Work instruction »
Lines before the one containing "import java.util.concurrent.Executors;" are not wanted. Transcribe that line and all after it exactly, to the end of the entries.

Collected data entries »
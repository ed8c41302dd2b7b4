package stria.compare;

import java.util.ArrayList;
import java.util.Arrays;
import java.util.HashMap;
import java.util.List;
import java.util.Map;
import java.util.concurrent.ExecutionException;
import java.util.concurrent.ExecutorService;
import java.util.concurrent.Executors;
import java.util.concurrent.Future;
import java.security.MessageDigest;
import java.security.NoSuchAlgorithmException;
import stria.io.BaseStream;
import stria.io.Bases;
import stria.io.ContigBytes;
import stria.score.Locus;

Output of the exercise »
import java.util.concurrent.Executors;
import java.util.concurrent.Future;
import java.security.MessageDigest;
import java.security.NoSuchAlgorithmException;
import stria.io.BaseStream;
import stria.io.Bases;
import stria.io.ContigBytes;
import stria.score.Locus;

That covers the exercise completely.